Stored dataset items
=== Begin Enclosure ===

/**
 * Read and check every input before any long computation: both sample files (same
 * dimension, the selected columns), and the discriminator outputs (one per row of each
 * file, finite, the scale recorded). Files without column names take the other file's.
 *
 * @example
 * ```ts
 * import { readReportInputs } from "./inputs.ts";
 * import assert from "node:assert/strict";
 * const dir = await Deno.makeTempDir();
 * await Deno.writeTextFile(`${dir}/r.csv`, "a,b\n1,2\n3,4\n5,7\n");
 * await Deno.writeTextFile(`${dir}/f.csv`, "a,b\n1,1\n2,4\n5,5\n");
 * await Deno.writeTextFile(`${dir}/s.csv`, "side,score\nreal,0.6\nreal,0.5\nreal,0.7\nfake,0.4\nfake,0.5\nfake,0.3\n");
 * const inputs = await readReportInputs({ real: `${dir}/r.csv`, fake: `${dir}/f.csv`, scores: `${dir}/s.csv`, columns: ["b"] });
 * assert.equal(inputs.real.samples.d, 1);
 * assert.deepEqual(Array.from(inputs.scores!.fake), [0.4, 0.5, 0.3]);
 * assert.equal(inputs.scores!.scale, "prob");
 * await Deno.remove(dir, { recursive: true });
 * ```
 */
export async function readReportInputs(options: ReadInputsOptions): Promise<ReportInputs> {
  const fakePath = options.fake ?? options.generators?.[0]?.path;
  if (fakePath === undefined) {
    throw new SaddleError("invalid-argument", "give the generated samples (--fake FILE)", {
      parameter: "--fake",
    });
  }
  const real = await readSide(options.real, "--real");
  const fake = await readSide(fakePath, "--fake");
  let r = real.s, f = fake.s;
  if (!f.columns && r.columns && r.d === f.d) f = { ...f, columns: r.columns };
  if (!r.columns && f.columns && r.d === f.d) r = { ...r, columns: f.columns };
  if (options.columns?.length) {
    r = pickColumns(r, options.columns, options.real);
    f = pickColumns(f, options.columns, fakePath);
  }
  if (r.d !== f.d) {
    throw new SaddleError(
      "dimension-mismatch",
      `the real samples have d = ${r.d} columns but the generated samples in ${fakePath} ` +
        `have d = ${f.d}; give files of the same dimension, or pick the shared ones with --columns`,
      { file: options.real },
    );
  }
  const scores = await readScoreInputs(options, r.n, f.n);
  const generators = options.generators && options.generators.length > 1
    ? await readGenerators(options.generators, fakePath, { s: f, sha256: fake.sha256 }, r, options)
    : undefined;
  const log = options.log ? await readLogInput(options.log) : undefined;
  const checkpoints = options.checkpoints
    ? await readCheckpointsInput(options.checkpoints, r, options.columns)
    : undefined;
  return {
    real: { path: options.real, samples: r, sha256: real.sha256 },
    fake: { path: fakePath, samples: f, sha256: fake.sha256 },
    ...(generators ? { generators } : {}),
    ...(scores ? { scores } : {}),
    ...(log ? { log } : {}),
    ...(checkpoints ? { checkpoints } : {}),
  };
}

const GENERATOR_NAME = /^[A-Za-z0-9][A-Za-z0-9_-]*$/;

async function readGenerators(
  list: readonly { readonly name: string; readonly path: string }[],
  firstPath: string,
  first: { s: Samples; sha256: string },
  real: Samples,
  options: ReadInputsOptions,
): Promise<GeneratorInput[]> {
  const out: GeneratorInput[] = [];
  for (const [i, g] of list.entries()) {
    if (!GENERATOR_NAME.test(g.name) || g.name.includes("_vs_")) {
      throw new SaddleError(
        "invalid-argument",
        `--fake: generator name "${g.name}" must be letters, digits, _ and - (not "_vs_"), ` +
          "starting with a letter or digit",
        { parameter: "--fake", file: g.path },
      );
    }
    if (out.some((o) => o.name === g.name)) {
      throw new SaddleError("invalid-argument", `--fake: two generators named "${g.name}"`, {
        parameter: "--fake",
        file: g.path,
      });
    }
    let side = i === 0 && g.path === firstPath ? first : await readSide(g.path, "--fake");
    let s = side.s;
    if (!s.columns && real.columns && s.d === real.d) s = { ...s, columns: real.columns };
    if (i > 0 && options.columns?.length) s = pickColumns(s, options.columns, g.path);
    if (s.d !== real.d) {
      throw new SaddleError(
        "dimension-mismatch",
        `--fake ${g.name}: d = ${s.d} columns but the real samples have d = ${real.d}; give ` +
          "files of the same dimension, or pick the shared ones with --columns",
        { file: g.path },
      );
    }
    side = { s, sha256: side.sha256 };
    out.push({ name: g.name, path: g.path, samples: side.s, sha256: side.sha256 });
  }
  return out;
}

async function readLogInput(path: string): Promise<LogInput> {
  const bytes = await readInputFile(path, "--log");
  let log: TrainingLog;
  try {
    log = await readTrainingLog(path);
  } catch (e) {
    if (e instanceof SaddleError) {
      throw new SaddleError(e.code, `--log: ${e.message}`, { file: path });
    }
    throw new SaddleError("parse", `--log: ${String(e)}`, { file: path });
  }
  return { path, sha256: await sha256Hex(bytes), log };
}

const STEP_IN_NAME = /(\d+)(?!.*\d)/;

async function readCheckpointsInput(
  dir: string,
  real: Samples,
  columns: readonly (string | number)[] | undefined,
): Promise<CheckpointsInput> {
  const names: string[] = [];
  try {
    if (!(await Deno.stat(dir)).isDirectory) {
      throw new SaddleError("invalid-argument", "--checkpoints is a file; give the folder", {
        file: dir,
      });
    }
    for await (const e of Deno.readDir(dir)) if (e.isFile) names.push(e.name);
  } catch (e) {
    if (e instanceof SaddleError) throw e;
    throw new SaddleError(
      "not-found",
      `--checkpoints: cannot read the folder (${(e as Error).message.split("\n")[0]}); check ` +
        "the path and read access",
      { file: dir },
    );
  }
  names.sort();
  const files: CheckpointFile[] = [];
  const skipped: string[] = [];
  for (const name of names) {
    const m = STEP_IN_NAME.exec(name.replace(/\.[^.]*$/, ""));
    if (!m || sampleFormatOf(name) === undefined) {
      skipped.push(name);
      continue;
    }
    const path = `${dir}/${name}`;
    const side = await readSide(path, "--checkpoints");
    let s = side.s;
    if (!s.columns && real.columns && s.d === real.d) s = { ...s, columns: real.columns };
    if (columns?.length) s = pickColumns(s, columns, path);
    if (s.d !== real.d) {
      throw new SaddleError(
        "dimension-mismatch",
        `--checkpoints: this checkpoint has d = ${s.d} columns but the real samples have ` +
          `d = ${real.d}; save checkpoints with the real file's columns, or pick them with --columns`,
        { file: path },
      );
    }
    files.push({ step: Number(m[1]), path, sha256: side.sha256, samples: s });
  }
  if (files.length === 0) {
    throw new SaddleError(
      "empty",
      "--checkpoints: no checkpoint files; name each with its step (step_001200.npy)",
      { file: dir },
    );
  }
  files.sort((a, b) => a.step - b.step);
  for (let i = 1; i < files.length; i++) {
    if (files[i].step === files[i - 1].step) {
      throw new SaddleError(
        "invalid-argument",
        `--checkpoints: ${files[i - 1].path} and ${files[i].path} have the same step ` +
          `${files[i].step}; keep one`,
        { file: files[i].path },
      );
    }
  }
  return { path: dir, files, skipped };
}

=== End Enclosure ===

• [Task brief]: Find every line in the data above that holds the string "readGenerators". Give the number of such lines and nothing else.

• [Result for this task]: 2